EXERCISE DESCRIPTION:
Only the lines from the start of the data through the one containing "using static Phaseward.Analyzers.Tests.Rules.RuleSources;" belong in your answer; return them exactly.

DATASET:
using System.Threading.Tasks;
using Microsoft.CodeAnalysis;
using Microsoft.CodeAnalysis.Testing;
using Phaseward.Analyzers.Tests.Verifiers;
using Phaseward.Checking;
using Phaseward.CodeFixes;
using static Phaseward.Analyzers.Tests.Rules.RuleSources;

namespace Phaseward.Analyzers.Tests.CodeFixes;

/// <summary>
/// The PW1004 code fix. Each fixed design is re-analysed by the framework and must compile and carry no clock-phase
/// diagnostic: a latch on the phase in which the gate blocks the clock holds the enable still while the gate passes it
/// (common practice for glitch-free clock gating). Test process (<see cref="RuleSources"/>): t_TG = 34.5 ps,
/// t_inv = 27.6 ps; a 10 ns clock is high over [0, 5 ns).
/// </summary>
public class LatchClockGateEnableCodeFixTests
{
    private static DiagnosticResult Pw1004(string gate, string stateWindow, string level, string enable, string changes)
        => new DiagnosticResult(RuleCatalog.ClockGateEnable.Id, DiagnosticSeverity.Warning).WithLocation(0).WithLocation(1)
            .WithArguments(gate, "clk", stateWindow, level, enable, changes);

    private static DiagnosticResult FromRegister(string gate, string register)
        => Pw1004(gate, "[0 s, 5 ns)", "high", register, $"during [0 s, 62.1 ps) (from latch '{register}.slave', transparent in clk.High, through a 27.6 ps path; slow corner, delays ×1)");

    [Fact]
    public Task LatchesAnEnableFromARegisterOnTheLowPhaseKeepingComments()
        => new PhasewardCodeFixTest<ClockPhaseAnalyzer, LatchClockGateEnableCodeFix>(Design("Gate", """
            var clk = c.Clock("clk", 10.Nanoseconds());
            var en = {|#1:c.StaticRegister(c.Input("want"), clk, "en_reg")|};
            var gated = {|#0:c.ClockGate(clk, /* from the register */ en, name: "gclk")|}; // the burst clock
            c.Output("q", c.DynamicLatch(c.Input("d"), gated.High, "cap"));
            """), Design("Gate", """
            var clk = c.Clock("clk", 10.Nanoseconds());
            var en = c.StaticRegister(c.Input("want"), clk, "en_reg");
            var gated = c.ClockGate(clk, /* from the register */ c.Inverter(c.StaticLatch(en, clk.Low)), name: "gclk"); // the burst clock
            c.Output("q", c.DynamicLatch(c.Input("d"), gated.High, "cap"));
            """), FromRegister("gclk", "en_reg"))
            .RunAsync();

    [Fact]
    public Task LatchesTheEnableOfAGateThatStopsHighOnTheHighPhase()
        // It passes the clock while it is low; the enable's latch on clk.Low opens at 5 ns, while the gate passes.
        => new PhasewardCodeFixTest<ClockPhaseAnalyzer, LatchClockGateEnableCodeFix>(Design("StopsHigh", """
            var clk = c.Clock("clk", 10.Nanoseconds());
            var wrong = {|#1:c.StaticLatch(c.Input("a"), clk.Low, "wrong")|};
            {|#0:c.ClockGate(clk, c.Inverter(wrong), ClockStopLevel.High, name: "g")|};
            """), Design("StopsHigh", """
            var clk = c.Clock("clk", 10.Nanoseconds());
            var wrong = c.StaticLatch(c.Input("a"), clk.Low, "wrong");
            c.ClockGate(clk, c.Inverter(c.StaticLatch(c.Inverter(wrong), clk.High)), ClockStopLevel.High, name: "g");
            """), Pw1004("g", "[5 ns, 10 ns)", "low", "inv1", "during [5 ns, 5.09 ns) (from latch 'wrong', transparent in clk.Low, through a 55.2 ps path; slow corner, delays ×1)"))
            .RunAsync();

    [Fact]
    public Task LatchesAnInputTakenAsChangingAtAnyTime()
        => new PhasewardCodeFixTest<ClockPhaseAnalyzer, LatchClockGateEnableCodeFix>(Design("FromInput", """
            var clk = c.Clock("clk", 10.Nanoseconds());
            {|#0:c.ClockGate(clk, {|#1:c.Input("enable")|}, name: "gclk")|};
            """), Design("FromInput", """
            var clk = c.Clock("clk", 10.Nanoseconds());
            c.ClockGate(clk, c.Inverter(c.StaticLatch(c.Input("enable"), clk.Low)), name: "gclk");
            """), Pw1004("gclk", "[0 s, 5 ns)", "high", "enable",
                "at any time (from primary input 'enable', taken as changing at any time by phaseward.clock_gate_inputs_may_change)"))
            .WithEditorConfig("phaseward.clock_gate_inputs_may_change = true")
            .RunAsync();

    [Fact]
    public Task NoFixWhenTheLatchIsOnTheRightPhaseAndOnlyThePathIsSlow()
        // A 1 ns clock, low over [0.5, 1 ns): the latch opens while the gate blocks, but 20 stages after it (586.5 ps)
        // carry its change past 1 ns. Another latch would not help; a shorter path would.
        => new PhasewardCodeFixTest<ClockPhaseAnalyzer, LatchClockGateEnableCodeFix>(Slow, Slow,
                new DiagnosticResult(RuleCatalog.ClockGateEnable.Id, DiagnosticSeverity.Warning).WithLocation(0).WithLocation(1)
                    .WithArguments("gclk", "clk", "[0 s, 500 ps)", "high", "en19",
                        "during [500 ps, 1.09 ns) (from latch 'en_latch', transparent in clk.Low, through a 552 ps path; slow corner, delays ×1)"))
            .RunAsync();

    private static readonly string Slow = Design("Slow", """
        var clk = c.Clock("clk", 1.Nanoseconds());
        var en = {|#1:c.StaticLatch(c.Input("want"), clk.Low, "en_latch")|};
        for (var i = 1; i < 20; i++)
            en = c.Inverter(en, $"en{i}");
        {|#0:c.ClockGate(clk, en, name: "gclk")|};
        """);

    [Fact]
    public Task NoFixWhenTheEnableComesFromAnUnrelatedClock()
        // That needs a synchronizer (PW1003's fix), not a latch.
        => new PhasewardCodeFixTest<ClockPhaseAnalyzer, LatchClockGateEnableCodeFix>(Unrelated, Unrelated,
                new DiagnosticResult(RuleCatalog.ClockGateEnable.Id, DiagnosticSeverity.Warning).WithLocation(0).WithLocation(1)
                    .WithArguments("gclk", "clk", "[0 s, 5 ns)", "high", "en_reg",
                        "at any time (from latch 'en_reg.slave', transparent in radio.High, whose clock has no fixed time relation to 'clk')"))
            .RunAsync();

    private static readonly string Unrelated = Design("Unrelated", """
        var radio = c.Clock("radio", 7.Nanoseconds(), independent: true);
        var clk = c.Clock("clk", 10.Nanoseconds());
        {|#0:c.ClockGate(clk, {|#1:c.StaticRegister(c.Input("want"), radio, "en_reg")|}, name: "gclk")|};
        """);

    [Fact]
    public Task NoFixWhenTheClockIsMadeAtTheCall()
        // Repeating c.Clock(...) for the latch's phase would make a second clock.
        => new PhasewardCodeFixTest<ClockPhaseAnalyzer, LatchClockGateEnableCodeFix>(Inline, Inline,
                new DiagnosticResult(RuleCatalog.ClockGateEnable.Id, DiagnosticSeverity.Warning).WithLocation(0).WithLocation(1)
                    .WithArguments("gclk", "clk", "[0 s, 5 ns)", "high", "enable",
                        "at any time (from primary input 'enable', taken as changing at any time by phaseward.clock_gate_inputs_may_change)"))
            .WithEditorConfig("phaseward.clock_gate_inputs_may_change = true")
            .RunAsync();

    private static readonly string Inline = Design("Inline", """
        {|#0:c.ClockGate(c.Clock("clk", 10.Nanoseconds()), {|#1:c.Input("enable")|}, name: "gclk")|};
        """);

    [Fact]
    public Task AGateMadeInALoopIsRewrittenOnce()
        => new PhasewardCodeFixTest<ClockPhaseAnalyzer, LatchClockGateEnableCodeFix>(Design("Lanes", """
            var clk = c.Clock("clk", 10.Nanoseconds());
            for (var i = 0; i < 2; i++)
                {|#0:c.ClockGate(clk, {|#1:c.StaticRegister(c.Input($"want{i}"), clk, $"en{i}")|}, name: $"lane{i}")|};
            """), Design("Lanes", """
            var clk = c.Clock("clk", 10.Nanoseconds());
            for (var i = 0; i < 2; i++)
                c.ClockGate(clk, c.Inverter(c.StaticLatch(c.StaticRegister(c.Input($"want{i}"), clk, $"en{i}"), clk.Low)), name: $"lane{i}");
            """), FromRegister("lane0", "en0").FoundAtThisCall(2, "Lanes", "lane0, lane1"))
            .RunAsync();

    [Fact]
    public Task FixAllLatchesEveryGatesEnableThroughAHelper()
        => new PhasewardCodeFixTest<ClockPhaseAnalyzer, LatchClockGateEnableCodeFix>(Design("Helper", """
            var clk = c.Clock("clk", 10.Nanoseconds());
            {|#0:c.ClockGate(clk, {|#1:c.StaticRegister(c.Input("a"), clk, "en_a")|}, name: "ga")|};
            Gate(c, clk);
            """, """
            private static Clock Gate(Circuit circuit, Clock clock)
                => {|#2:circuit.ClockGate(clock, {|#3:circuit.StaticRegister(circuit.Input("b"), clock, "en_b")|}, name: "gb")|};
            """), Design("Helper", """
            var clk = c.Clock("clk", 10.Nanoseconds());
            c.ClockGate(clk, c.Inverter(c.StaticLatch(c.StaticRegister(c.Input("a"), clk, "en_a"), clk.Low)), name: "ga");
            Gate(c, clk);
            """, """
            private static Clock Gate(Circuit circuit, Clock clock)
                => circuit.ClockGate(clock, circuit.Inverter(circuit.StaticLatch(circuit.StaticRegister(circuit.Input("b"), clock, "en_b"), clock.Low)), name: "gb");
            """), FromRegister("ga", "en_a"),
            new DiagnosticResult(RuleCatalog.ClockGateEnable.Id, DiagnosticSeverity.Warning).WithLocation(2).WithLocation(3)
                .WithArguments("gb", "clk", "[0 s, 5 ns)", "high", "en_b", "during [0 s, 62.1 ps) (from latch 'en_b.slave', transparent in clk.High, through a 27.6 ps path; slow corner, delays ×1)"))
            .RunAsync();
}
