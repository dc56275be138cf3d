namespace Phaseward.Analyzers.Tests.Elaboration;

/// <summary>
/// A sequence of the design's own type (a class that implements IEnumerable&lt;T&gt;, by an iterator or by handing out
/// a collection's enumerator) handed to the library: LINQ, string.Join, a list's constructor, Zip. Each design is
/// elaborated exactly as the compiled design runs it (the oracle: the design compiled and run by .NET,
/// <see cref="ParityTests"/>). Before, only a foreach enumerated such a sequence; every library call given one was PW9001.
/// </summary>
public class DesignSequenceTests
{
    [Theory]
    [InlineData("Sequences.SelectOverAnIteratorBus")]
    [InlineData("Sequences.CountAndWhereOverAWrappedList")]
    [InlineData("Sequences.JoinNamesOfABus")]
    [InlineData("Sequences.ListFromADesignSequence")]
    [InlineData("Sequences.ZipTwoDesignSequences")]
    [InlineData("Sequences.GenericDesignSequence")]
    public void RunsAsAtRunTime(string design) => ParityTests.AssertParity(Designs, design);

    [Fact]
    public void An_iterator_with_side_effects_given_to_the_library_is_reported_not_run_early()
    {
        // Run to completion when called, its Enumerations++ would come before .NET runs it (at the library's first
        // MoveNext): PW9001 at the iterator, as for any such iterator not enumerated straight by a foreach.
        var result = Designs.CompileTime("Sequences.SideEffectInGetEnumeratorRunsOncePerEnumeration");
        Assert.Contains(result.Issues, i => i.RuleId == Phaseward.Checking.RuleCatalog.NotElaborated.Id && i.Arguments[0] == "the iterator 'Counted.GetEnumerator()'");
        Assert.DoesNotContain(result.Netlist!.Devices, d => d.Name.StartsWith("se", System.StringComparison.Ordinal) && d.Kind == Phaseward.Netlists.DeviceKind.Inverter);
    }

    private static readonly InMemoryDesigns Designs = new(("/sequences/Sequences.cs", """
            using System;
            using System.Collections;
            using System.Collections.Generic;
            using System.Linq;
            using Phaseward;

            namespace Sequences
            {
                public abstract class Base : Design { protected void Chain(Circuit c, int n, string p) { var x = c.Input(p + "in"); for (var i = 0; i < n; i++) x = c.Inverter(x, p + i); c.Output(p + "out", x); } }
                public sealed class Bus : IEnumerable<Net>
                {
                    private readonly Net[] lines;
                    public Bus(Circuit c, string name, int width) { lines = new Net[width]; for (var i = 0; i < width; i++) lines[i] = c.Input(name + i); }
                    public IEnumerator<Net> GetEnumerator() { foreach (var line in lines) yield return line; }
                    IEnumerator IEnumerable.GetEnumerator() => GetEnumerator();
                }
                public sealed class Widths : IEnumerable<int>
                {
                    private readonly List<int> values = new() { 2, 5, 1, 4 };
                    public IEnumerator<int> GetEnumerator() => values.GetEnumerator();
                    IEnumerator IEnumerable.GetEnumerator() => values.GetEnumerator();
                }
                public sealed class Ring<T> : IEnumerable<T>
                {
                    private readonly List<T> items = new();
                    public void Add(T item) => items.Add(item);
                    public IEnumerator<T> GetEnumerator() { for (var i = items.Count - 1; i >= 0; i--) yield return items[i]; }
                    IEnumerator IEnumerable.GetEnumerator() => GetEnumerator();
                }
                public sealed class Counted : IEnumerable<int>
                {
                    public static int Enumerations;
                    public IEnumerator<int> GetEnumerator() { Enumerations++; yield return 1; yield return 2; }
                    IEnumerator IEnumerable.GetEnumerator() => GetEnumerator();
                }
                public sealed class SelectOverAnIteratorBus : Base
                {
                    protected override void Describe(Circuit c)
                    {
                        var bus = new Bus(c, "d", 3);
                        var inverted = bus.Select((line, i) => c.Inverter(line, "inv" + i)).ToList();
                        for (var i = 0; i < inverted.Count; i++) c.Output("q" + i, inverted[i]);
                    }
                }
                public sealed class CountAndWhereOverAWrappedList : Base
                {
                    protected override void Describe(Circuit c)
                    {
                        var widths = new Widths();
                        Chain(c, widths.Count() + widths.Where(w => w > 1).Sum() + widths.Max(), "cw");
                    }
                }
                public sealed class JoinNamesOfABus : Base
                {
                    protected override void Describe(Circuit c)
                    {
                        var bus = new Bus(c, "j", 2);
                        var names = string.Join("_", bus.Select(n => n.Name));
                        Chain(c, names.Length, "jn");
                    }
                }
                public sealed class ListFromADesignSequence : Base
                {
                    protected override void Describe(Circuit c)
                    {
                        var list = new List<int>(new Widths());
                        list.Sort();
                        Chain(c, list[0] + list[3], "lf");
                    }
                }
                public sealed class ZipTwoDesignSequences : Base
                {
                    protected override void Describe(Circuit c)
                    {
                        var bus = new Bus(c, "z", 4);
                        var pairs = bus.Zip(new Widths(), (line, w) => (line, w)).OrderBy(p => p.w).ToArray();
                        foreach (var (line, w) in pairs) c.Output("o" + w, c.Inverter(line, "zi" + w));
                    }
                }
                public sealed class GenericDesignSequence : Base
                {
                    protected override void Describe(Circuit c)
                    {
                        var ring = new Ring<string> { "a", "bb", "ccc" };
                        Chain(c, ring.First().Length + ring.Aggregate(0, (n, s) => n * 2 + s.Length), "gs");
                    }
                }
                public sealed class SideEffectInGetEnumeratorRunsOncePerEnumeration : Base
                {
                    protected override void Describe(Circuit c)
                    {
                        var counted = new Counted();
                        var total = counted.Sum() + counted.Count();
                        foreach (var n in counted) total += n;
                        Chain(c, total + Counted.Enumerations, "se");
                    }
                }
            }
            """));
}
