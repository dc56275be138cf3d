using System.IO;
using System.Linq;
using Phaseward.Benchmarks;
using Phaseward.Checking;
using Phaseward.Netlists;

namespace Phaseward.Analyzers.Tests.Elaboration;

/// <summary>
/// The compile-time elaborator and Design.Elaborate() must build the same netlist -- devices, connections, names,
/// figures and the file and line of every call -- for the test designs and for every sample.
/// </summary>
public class ParityTests
{
    private static readonly InMemoryDesigns TestDesigns = InMemoryDesigns.FromFiles(
        Directory.GetFiles(Repository.PathOf("tests", "Phaseward.Analyzers.Tests", "Elaboration", "Designs"), "*.cs").OrderBy(p => p).ToArray());

    [Theory]
    [InlineData("ParityDesigns.StraightLine")]
    [InlineData("ParityDesigns.Loops")]
    [InlineData("ParityDesigns.NestedLoops")]
    [InlineData("ParityDesigns.Switches")]
    [InlineData("ParityDesigns.ProcessAndClocks")]
    [InlineData("ParityDesigns.FieldsAndProperties")]
    [InlineData("ParityDesigns.Helpers")]
    [InlineData("ParityDesigns.LocalFunctions")]
    [InlineData("ParityDesigns.Recursion")]
    [InlineData("ParityDesigns.Collections")]
    [InlineData("ParityDesigns.Tuples")]
    [InlineData("ParityDesigns.RefAndOut")]
    [InlineData("ParityDesigns.ExclusiveSelects")]
    public void TestDesignMatchesRunTime(string design) => AssertParity(TestDesigns, design);

    [Fact]
    public void ConstructorArgumentsComeFromTheInstantiationInTheCompilation()
    {
        // Catalog.All() creates 'new Constructed(5)' (which chains to the two-parameter constructor) and 'new Primary(3)'.
        AssertParity(TestDesigns, "ParityDesigns.Constructed", 5, 3.Nanoseconds());
        AssertParity(TestDesigns, "ParityDesigns.Primary", 3);
        Assert.Equal("constructed-5", TestDesigns.CompileTime("ParityDesigns.Constructed").DesignName);
    }

    [Fact]
    public void EveryTestDesignIsCovered()
    {
        var covered = typeof(ParityTests).GetMethod(nameof(TestDesignMatchesRunTime))!
            .GetCustomAttributes(typeof(InlineDataAttribute), false).Cast<InlineDataAttribute>()
            .Select(a => (string)a.GetData(null!).First()[0]).Concat(new[] { "ParityDesigns.Constructed", "ParityDesigns.Primary" });
        Assert.Equal(TestDesigns.DesignNames.OrderBy(n => n), covered.OrderBy(n => n));
    }

    [Fact]
    public void EverySampleMatchesRunTime()
    {
        var files = Directory.GetFiles(Repository.PathOf("samples"), "*.cs", SearchOption.AllDirectories)
            .Where(p => !p.Contains(Path.DirectorySeparatorChar + "obj" + Path.DirectorySeparatorChar)
                        && !p.Contains(Path.DirectorySeparatorChar + "bin" + Path.DirectorySeparatorChar))
            .OrderBy(p => p).ToArray();
        var samples = InMemoryDesigns.FromFiles(files);
        Assert.NotEmpty(samples.DesignNames);
        // A sample may show PW9001 (StrainLanes does, on a configuration check that makes no devices): its netlist must
        // still match exactly, and nothing else may be reported.
        foreach (var design in samples.DesignNames)
            AssertParity(samples, design, allowNotElaborated: true);
    }

    [Theory]
    [InlineData(DesignShape.StraightLine)]
    [InlineData(DesignShape.Loop)]
    [InlineData(DesignShape.Blocks)]
    public void EveryBenchmarkShapeMatchesRunTime(DesignShape shape)
    {
        // 130 lanes: three gated clocks, so the block shape's closure-written record copy is exercised twice.
        var devices = DesignGenerator.DevicesOf(130);
        var designs = new InMemoryDesigns(("/bench/Generated.cs", DesignGenerator.Generate(shape, devices)));
        AssertParity(designs, "Generated");
        Assert.Equal(devices, designs.CompileTime("Generated").Netlist!.Devices.Count);
        if (shape == DesignShape.Blocks)
            Assert.Contains(designs.CompileTime("Generated").Netlist!.Nets, n => n.Name.StartsWith("lane129.", System.StringComparison.Ordinal));
    }

    internal static void AssertParity(InMemoryDesigns designs, string design, params object[] constructorArguments)
        => AssertParity(designs, design, allowNotElaborated: false, constructorArguments);

    internal static void AssertParity(InMemoryDesigns designs, string design, bool allowNotElaborated, params object[] constructorArguments)
    {
        var compileTime = designs.CompileTime(design);
        var runTime = designs.RunTime(design, constructorArguments);
        Assert.NotNull(compileTime.Netlist);
        Assert.True(runTime.Devices.Count > 0, design + " made no devices at run time");
        var expected = NetlistText.Write(runTime, includeSpans: true).Split('\n');
        var actual = NetlistText.Write(compileTime.Netlist!, includeSpans: true).Split('\n');
        for (var i = 0; i < System.Math.Min(expected.Length, actual.Length); i++)
            Assert.True(expected[i] == actual[i], $"{design}, line {i + 1}:\n  run time:     {expected[i]}\n  compile time: {actual[i]}");
        Assert.Equal(expected.Length, actual.Length);
        var issues = compileTime.Issues.Where(i => !allowNotElaborated || i.RuleId != RuleCatalog.NotElaborated.Id).ToList();
        Assert.True(issues.Count == 0, design + ": " + string.Join("\n", issues));
        Assert.Equal(runTime.Devices.Count, compileTime.Netlist!.Devices.Count);
    }
}
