namespace Phaseward.Analyzers.Tests.Elaboration;

/// <summary>
/// Structs as C# has them, each design elaborated exactly as the compiled design runs it (the oracle: the design
/// compiled and run by .NET, <see cref="ParityTests"/>). A struct stored as an object or an interface is a box, made
/// once by the boxing conversion and then shared; unboxing copies the value out; a foreach or using variable is
/// read-only, so a method that changes it runs on a copy; 'using (s)' disposes a copy. Before, every store copied a
/// struct by its run-time type (a box was never shared), and a foreach over structs changed the elements. Also here: a
/// user-defined && and || ask the type's operator false or true before evaluating the right operand, and a slice of a
/// string in a list pattern is a string.
/// </summary>
public class StructSemanticsTests
{
    [Theory]
    [InlineData("Structs.BoxAlias")]
    [InlineData("Structs.BoxPassedAsInterface")]
    [InlineData("Structs.BoxInListShared")]
    [InlineData("Structs.BoxCastToInterface")]
    [InlineData("Structs.BoxedCopies")]
    [InlineData("Structs.ForeachOverArray")]
    [InlineData("Structs.ForeachOverList")]
    [InlineData("Structs.ForeachInGenericCode")]
    [InlineData("Structs.GenericOverBoxes")]
    [InlineData("Structs.UsingStructVariable")]
    [InlineData("Structs.UserShortCircuit")]
    [InlineData("Structs.StringSlicePattern")]
    public void RunsAsAtRunTime(string design) => ParityTests.AssertParity(Designs, design);

    private static readonly InMemoryDesigns Designs = new(("/structs/Structs.cs", """
            using System;
            using System.Collections.Generic;
            using Phaseward;

            namespace Structs
            {
                public abstract class Base : Design { protected void Chain(Circuit c, int n, string p) { var x = c.Input(p + "in"); for (var i = 0; i < n; i++) x = c.Inverter(x, p + i); c.Output(p + "out", x); } }
                public interface ITally { void Inc(); int Get(); }
                public struct Tally : ITally { public int X; public void Inc() => X++; public int Get() => X; }
                public sealed class BoxAlias : Base
                {
                    protected override void Describe(Circuit c) { ITally a = new Tally(); ITally b = a; b.Inc(); Chain(c, 1 + a.Get() + b.Get(), "ba"); }
                }
                public sealed class BoxPassedAsInterface : Base
                {
                    private static void Bump(ITally x) => x.Inc();
                    protected override void Describe(Circuit c) { ITally a = new Tally(); Bump(a); Bump(a); var list = new List<ITally> { a }; list[0].Inc(); Chain(c, 1 + a.Get(), "bp"); }
                }
                public sealed class BoxInListShared : Base
                {
                    protected override void Describe(Circuit c) { object o = new Tally(); var l = new List<object> { o, o }; ((ITally)l[0]).Inc(); Chain(c, 1 + ((Tally)l[1]).X + ((Tally)o).X, "bl"); }
                }
                public sealed class BoxCastToInterface : Base
                {
                    protected override void Describe(Circuit c) { object o = new Tally(); ((ITally)o).Inc(); ((ITally)o).Inc(); Chain(c, 1 + ((Tally)o).X, "bc"); }
                }
                public sealed class BoxedCopies : Base
                {
                    protected override void Describe(Circuit c)
                    {
                        var s = new Tally();
                        ITally boxed = s;
                        boxed.Inc(); boxed.Inc();
                        object o = s;
                        ((ITally)o).Inc();
                        var back = (Tally)o;
                        var s2 = (Tally)boxed;
                        s2.Inc();
                        Chain(c, s.X + 10 * boxed.Get() + back.X + s2.X + ((Tally)boxed).X, "bx");
                    }
                }
                public sealed class ForeachOverArray : Base
                {
                    protected override void Describe(Circuit c) { var arr = new Tally[2]; foreach (var x in arr) { x.Inc(); x.Inc(); } Chain(c, 1 + arr[0].X + arr[1].X, "fa"); }
                }
                public sealed class ForeachOverList : Base
                {
                    protected override void Describe(Circuit c) { var l = new List<Tally> { new Tally() }; foreach (var x in l) x.Inc(); Chain(c, 1 + l[0].X, "fl"); }
                }
                public static class Gen
                {
                    public static void IncAll<T>(T[] xs) where T : ITally { for (var i = 0; i < xs.Length; i++) xs[i].Inc(); foreach (var x in xs) x.Inc(); }
                    public static int IncCopy<T>(T x) where T : ITally { x.Inc(); return x.Get(); }
                }
                public sealed class ForeachInGenericCode : Base
                {
                    protected override void Describe(Circuit c) { var arr = new Tally[2]; Gen.IncAll(arr); var one = new Tally(); var r = Gen.IncCopy(one); Chain(c, arr[0].X + arr[1].X + 10 * one.X + r, "fg"); }
                }
                public sealed class GenericOverBoxes : Base
                {
                    protected override void Describe(Circuit c) { ITally[] boxes = { new Tally(), new Tally() }; Gen.IncAll(boxes); Chain(c, boxes[0].Get() + boxes[1].Get(), "gb"); }
                }
                public struct Lease : IDisposable { public int Count; public void Dispose() => Count++; }
                public sealed class UsingStructVariable : Base
                {
                    protected override void Describe(Circuit c) { var s = new Lease(); using (s) { } s.Dispose(); using (var t = new Lease()) { t.Dispose(); } Chain(c, 1 + s.Count, "us"); }
                }
                public readonly struct Tri
                {
                    public readonly int V;
                    public Tri(int v) => V = v;
                    public static bool operator true(Tri t) => t.V > 0;
                    public static bool operator false(Tri t) => t.V <= 0;
                    public static Tri operator |(Tri a, Tri b) => new(a.V + b.V);
                    public static Tri operator &(Tri a, Tri b) => new(a.V * b.V);
                }
                public sealed class UserShortCircuit : Base
                {
                    protected override void Describe(Circuit c)
                    {
                        var n = 0;
                        Tri T(int v) { n++; return new Tri(v); }
                        var r = T(2) || T(7);
                        var q = T(0) && T(9);
                        var s = T(0) || T(3);
                        var p = T(2) && T(4);
                        Chain(c, r.V + q.V + s.V + p.V + n, "sc");
                    }
                }
                public sealed class StringSlicePattern : Base
                {
                    protected override void Describe(Circuit c) { var s = "abcd" is [_, .. var rest] ? rest : "none"; Chain(c, s.Length + (s == "bcd" ? 2 : 0), "sp"); }
                }
            }
            """));
}
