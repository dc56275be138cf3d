using System.Text.RegularExpressions;

namespace Phaseward.Analyzers.Tests.Elaboration;

/// <summary>
/// The design the elaboration sweeps vary: the statements under test run first and may change <c>count</c> (3), then
/// <c>count</c> inverters named s0, s1, ... are chained. A construct read wrongly or silently shows in the devices.
/// </summary>
internal static class InverterChainDesign
{
    public static string Source(string designNamespace, string declarations, string members, string statements) => $$"""
        using Phaseward;

        namespace {{designNamespace}}
        {
            {{declarations}}

            public sealed class D : Design
            {
                {{members}}

                protected override void Describe(Circuit c)
                {
                    var count = 3;
                    {{statements}}
                    var x = c.Input("x");
                    for (var i = 0; i < count; i++)
                        x = c.Inverter(x, "s" + i);
                    c.Output("y", x);
                }
            }
        }
        """;

    /// <summary>The source without its {|#n: ... |} diagnostic markup (for run-time compilation and parity).</summary>
    public static string WithoutMarkup(string marked) => Regex.Replace(marked, @"\{\|#\d:|\|\}", "");
}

SOLUTION FOR THIS TASK:
using System.Threading.Tasks;
using Microsoft.CodeAnalysis;
using Microsoft.CodeAnalysis.Testing;
using Phaseward.Analyzers.Tests.Verifiers;
using Phaseward.Checking;
using Phaseward.CodeFixes;
using static Phaseward.Analyzers.Tests.Rules.RuleSources;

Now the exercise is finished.